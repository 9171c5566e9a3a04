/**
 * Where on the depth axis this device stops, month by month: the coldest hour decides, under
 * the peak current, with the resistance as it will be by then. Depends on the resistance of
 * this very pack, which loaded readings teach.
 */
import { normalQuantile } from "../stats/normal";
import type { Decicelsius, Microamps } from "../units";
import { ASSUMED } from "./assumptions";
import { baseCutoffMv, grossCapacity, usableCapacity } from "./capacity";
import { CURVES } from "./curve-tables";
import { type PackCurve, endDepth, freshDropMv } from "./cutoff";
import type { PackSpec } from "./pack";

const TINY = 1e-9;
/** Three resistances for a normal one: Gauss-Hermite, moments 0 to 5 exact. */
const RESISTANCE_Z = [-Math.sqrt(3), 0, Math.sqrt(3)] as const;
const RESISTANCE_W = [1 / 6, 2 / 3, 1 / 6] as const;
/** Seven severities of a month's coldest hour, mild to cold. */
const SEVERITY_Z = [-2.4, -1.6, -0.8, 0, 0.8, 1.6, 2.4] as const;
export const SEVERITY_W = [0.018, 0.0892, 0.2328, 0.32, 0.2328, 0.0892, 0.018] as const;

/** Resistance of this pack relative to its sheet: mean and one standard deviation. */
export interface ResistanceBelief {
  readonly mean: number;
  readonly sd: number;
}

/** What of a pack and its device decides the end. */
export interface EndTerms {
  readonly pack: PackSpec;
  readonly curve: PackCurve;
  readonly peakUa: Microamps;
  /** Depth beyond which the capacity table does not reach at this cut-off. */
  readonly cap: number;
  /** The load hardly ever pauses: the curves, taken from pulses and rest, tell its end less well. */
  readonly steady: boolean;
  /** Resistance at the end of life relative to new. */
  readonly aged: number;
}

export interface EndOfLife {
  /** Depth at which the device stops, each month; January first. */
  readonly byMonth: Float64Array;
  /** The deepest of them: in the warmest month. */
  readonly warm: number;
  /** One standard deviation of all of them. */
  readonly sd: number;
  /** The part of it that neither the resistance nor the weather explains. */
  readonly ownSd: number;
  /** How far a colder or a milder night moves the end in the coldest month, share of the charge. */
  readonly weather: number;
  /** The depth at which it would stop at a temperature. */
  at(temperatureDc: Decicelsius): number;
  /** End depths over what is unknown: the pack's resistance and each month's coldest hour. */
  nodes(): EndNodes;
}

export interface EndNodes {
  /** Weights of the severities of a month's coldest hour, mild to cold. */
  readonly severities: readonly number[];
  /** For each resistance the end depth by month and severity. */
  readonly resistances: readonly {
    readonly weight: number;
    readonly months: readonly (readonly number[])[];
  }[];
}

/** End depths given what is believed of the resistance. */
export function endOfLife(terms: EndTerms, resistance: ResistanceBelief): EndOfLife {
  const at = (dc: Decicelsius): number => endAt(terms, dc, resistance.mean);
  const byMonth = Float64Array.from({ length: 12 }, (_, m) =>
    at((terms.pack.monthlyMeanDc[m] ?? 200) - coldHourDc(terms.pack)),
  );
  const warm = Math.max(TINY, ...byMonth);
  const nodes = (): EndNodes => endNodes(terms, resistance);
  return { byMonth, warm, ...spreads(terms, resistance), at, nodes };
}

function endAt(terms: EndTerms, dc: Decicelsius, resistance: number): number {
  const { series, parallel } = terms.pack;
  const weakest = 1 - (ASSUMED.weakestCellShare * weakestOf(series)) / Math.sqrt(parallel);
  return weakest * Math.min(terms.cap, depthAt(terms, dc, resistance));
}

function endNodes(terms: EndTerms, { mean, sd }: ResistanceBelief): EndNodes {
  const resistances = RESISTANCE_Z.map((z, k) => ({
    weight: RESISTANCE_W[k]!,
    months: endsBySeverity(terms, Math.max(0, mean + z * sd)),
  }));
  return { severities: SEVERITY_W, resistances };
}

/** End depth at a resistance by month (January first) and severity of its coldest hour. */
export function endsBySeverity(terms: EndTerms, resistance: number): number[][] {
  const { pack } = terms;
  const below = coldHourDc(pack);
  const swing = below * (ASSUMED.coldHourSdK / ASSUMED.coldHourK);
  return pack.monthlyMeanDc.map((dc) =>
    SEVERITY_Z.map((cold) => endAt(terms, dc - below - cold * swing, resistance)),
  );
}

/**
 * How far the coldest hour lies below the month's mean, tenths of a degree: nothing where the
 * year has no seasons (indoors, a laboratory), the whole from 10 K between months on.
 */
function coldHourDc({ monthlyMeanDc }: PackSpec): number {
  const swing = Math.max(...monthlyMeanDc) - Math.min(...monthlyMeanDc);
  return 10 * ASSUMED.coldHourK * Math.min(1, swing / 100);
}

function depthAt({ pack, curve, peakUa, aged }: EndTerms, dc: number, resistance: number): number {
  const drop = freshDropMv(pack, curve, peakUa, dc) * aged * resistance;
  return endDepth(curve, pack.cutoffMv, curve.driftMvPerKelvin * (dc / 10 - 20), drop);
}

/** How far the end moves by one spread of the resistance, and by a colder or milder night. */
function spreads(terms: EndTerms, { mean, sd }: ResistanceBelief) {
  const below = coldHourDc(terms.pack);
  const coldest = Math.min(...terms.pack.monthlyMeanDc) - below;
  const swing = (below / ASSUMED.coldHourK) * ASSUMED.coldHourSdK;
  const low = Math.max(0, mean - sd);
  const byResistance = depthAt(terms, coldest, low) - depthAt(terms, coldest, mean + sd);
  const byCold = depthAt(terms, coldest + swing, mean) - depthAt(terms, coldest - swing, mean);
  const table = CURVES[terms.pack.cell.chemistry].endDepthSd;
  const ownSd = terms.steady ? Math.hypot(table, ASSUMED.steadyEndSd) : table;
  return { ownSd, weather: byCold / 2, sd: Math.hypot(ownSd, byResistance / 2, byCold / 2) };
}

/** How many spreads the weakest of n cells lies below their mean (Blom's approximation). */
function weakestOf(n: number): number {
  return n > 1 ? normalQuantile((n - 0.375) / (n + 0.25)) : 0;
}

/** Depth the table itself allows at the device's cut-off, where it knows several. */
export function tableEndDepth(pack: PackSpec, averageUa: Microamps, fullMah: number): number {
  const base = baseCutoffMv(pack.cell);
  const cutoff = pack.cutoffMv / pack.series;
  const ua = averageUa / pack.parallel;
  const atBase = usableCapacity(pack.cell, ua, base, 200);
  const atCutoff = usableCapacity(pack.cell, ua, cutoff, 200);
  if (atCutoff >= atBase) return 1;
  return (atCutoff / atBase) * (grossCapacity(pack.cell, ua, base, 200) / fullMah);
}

Exercise instructions - Nothing in the listing may be left out; repeat it all exactly.

Output of the task -
repository 9171c5566e9a3a04
/**
 * Where on the depth axis this device stops, month by month: the coldest hour decides, under
 * the peak current, with the resistance as it will be by then. Depends on the resistance of
 * this very pack, which loaded readings teach.
 */
import { normalQuantile } from "../stats/normal";
import type { Decicelsius, Microamps } from "../units";
import { ASSUMED } from "./assumptions";
import { baseCutoffMv, grossCapacity, usableCapacity } from "./capacity";
import { CURVES } from "./curve-tables";
import { type PackCurve, endDepth, freshDropMv } from "./cutoff";
import type { PackSpec } from "./pack";

const TINY = 1e-9;
/** Three resistances for a normal one: Gauss-Hermite, moments 0 to 5 exact. */
const RESISTANCE_Z = [-Math.sqrt(3), 0, Math.sqrt(3)] as const;
const RESISTANCE_W = [1 / 6, 2 / 3, 1 / 6] as const;
/** Seven severities of a month's coldest hour, mild to cold. */
const SEVERITY_Z = [-2.4, -1.6, -0.8, 0, 0.8, 1.6, 2.4] as const;
export const SEVERITY_W = [0.018, 0.0892, 0.2328, 0.32, 0.2328, 0.0892, 0.018] as const;

/** Resistance of this pack relative to its sheet: mean and one standard deviation. */
export interface ResistanceBelief {
  readonly mean: number;
  readonly sd: number;
}

/** What of a pack and its device decides the end. */
export interface EndTerms {
  readonly pack: PackSpec;
  readonly curve: PackCurve;
  readonly peakUa: Microamps;
  /** Depth beyond which the capacity table does not reach at this cut-off. */
  readonly cap: number;
  /** The load hardly ever pauses: the curves, taken from pulses and rest, tell its end less well. */
  readonly steady: boolean;
  /** Resistance at the end of life relative to new. */
  readonly aged: number;
}

export interface EndOfLife {
  /** Depth at which the device stops, each month; January first. */
  readonly byMonth: Float64Array;
  /** The deepest of them: in the warmest month. */
  readonly warm: number;
  /** One standard deviation of all of them. */
  readonly sd: number;
  /** The part of it that neither the resistance nor the weather explains. */
  readonly ownSd: number;
  /** How far a colder or a milder night moves the end in the coldest month, share of the charge. */
  readonly weather: number;
  /** The depth at which it would stop at a temperature. */
  at(temperatureDc: Decicelsius): number;
  /** End depths over what is unknown: the pack's resistance and each month's coldest hour. */
  nodes(): EndNodes;
}

export interface EndNodes {
  /** Weights of the severities of a month's coldest hour, mild to cold. */
  readonly severities: readonly number[];
  /** For each resistance the end depth by month and severity. */
  readonly resistances: readonly {
    readonly weight: number;
    readonly months: readonly (readonly number[])[];
  }[];
}

/** End depths given what is believed of the resistance. */
export function endOfLife(terms: EndTerms, resistance: ResistanceBelief): EndOfLife {
  const at = (dc: Decicelsius): number => endAt(terms, dc, resistance.mean);
  const byMonth = Float64Array.from({ length: 12 }, (_, m) =>
    at((terms.pack.monthlyMeanDc[m] ?? 200) - coldHourDc(terms.pack)),
  );
  const warm = Math.max(TINY, ...byMonth);
  const nodes = (): EndNodes => endNodes(terms, resistance);
  return { byMonth, warm, ...spreads(terms, resistance), at, nodes };
}

function endAt(terms: EndTerms, dc: Decicelsius, resistance: number): number {
  const { series, parallel } = terms.pack;
  const weakest = 1 - (ASSUMED.weakestCellShare * weakestOf(series)) / Math.sqrt(parallel);
  return weakest * Math.min(terms.cap, depthAt(terms, dc, resistance));
}

function endNodes(terms: EndTerms, { mean, sd }: ResistanceBelief): EndNodes {
  const resistances = RESISTANCE_Z.map((z, k) => ({
    weight: RESISTANCE_W[k]!,
    months: endsBySeverity(terms, Math.max(0, mean + z * sd)),
  }));
  return { severities: SEVERITY_W, resistances };
}

/** End depth at a resistance by month (January first) and severity of its coldest hour. */
export function endsBySeverity(terms: EndTerms, resistance: number): number[][] {
  const { pack } = terms;
  const below = coldHourDc(pack);
  const swing = below * (ASSUMED.coldHourSdK / ASSUMED.coldHourK);
  return pack.monthlyMeanDc.map((dc) =>
    SEVERITY_Z.map((cold) => endAt(terms, dc - below - cold * swing, resistance)),
  );
}

/**
 * How far the coldest hour lies below the month's mean, tenths of a degree: nothing where the
 * year has no seasons (indoors, a laboratory), the whole from 10 K between months on.
 */
function coldHourDc({ monthlyMeanDc }: PackSpec): number {
  const swing = Math.max(...monthlyMeanDc) - Math.min(...monthlyMeanDc);
  return 10 * ASSUMED.coldHourK * Math.min(1, swing / 100);
}

function depthAt({ pack, curve, peakUa, aged }: EndTerms, dc: number, resistance: number): number {
  const drop = freshDropMv(pack, curve, peakUa, dc) * aged * resistance;
  return endDepth(curve, pack.cutoffMv, curve.driftMvPerKelvin * (dc / 10 - 20), drop);
}

/** How far the end moves by one spread of the resistance, and by a colder or milder night. */
function spreads(terms: EndTerms, { mean, sd }: ResistanceBelief) {
  const below = coldHourDc(terms.pack);
  const coldest = Math.min(...terms.pack.monthlyMeanDc) - below;
  const swing = (below / ASSUMED.coldHourK) * ASSUMED.coldHourSdK;
  const low = Math.max(0, mean - sd);
  const byResistance = depthAt(terms, coldest, low) - depthAt(terms, coldest, mean + sd);
  const byCold = depthAt(terms, coldest + swing, mean) - depthAt(terms, coldest - swing, mean);
  const table = CURVES[terms.pack.cell.chemistry].endDepthSd;
  const ownSd = terms.steady ? Math.hypot(table, ASSUMED.steadyEndSd) : table;
  return { ownSd, weather: byCold / 2, sd: Math.hypot(ownSd, byResistance / 2, byCold / 2) };
}

/** How many spreads the weakest of n cells lies below their mean (Blom's approximation). */
function weakestOf(n: number): number {
  return n > 1 ? normalQuantile((n - 0.375) / (n + 0.25)) : 0;
}

/** Depth the table itself allows at the device's cut-off, where it knows several. */
export function tableEndDepth(pack: PackSpec, averageUa: Microamps, fullMah: number): number {
  const base = baseCutoffMv(pack.cell);
  const cutoff = pack.cutoffMv / pack.series;
  const ua = averageUa / pack.parallel;
  const atBase = usableCapacity(pack.cell, ua, base, 200);
  const atCutoff = usableCapacity(pack.cell, ua, cutoff, 200);
  if (atCutoff >= atBase) return 1;
  return (atCutoff / atBase) * (grossCapacity(pack.cell, ua, base, 200) / fullMah);
}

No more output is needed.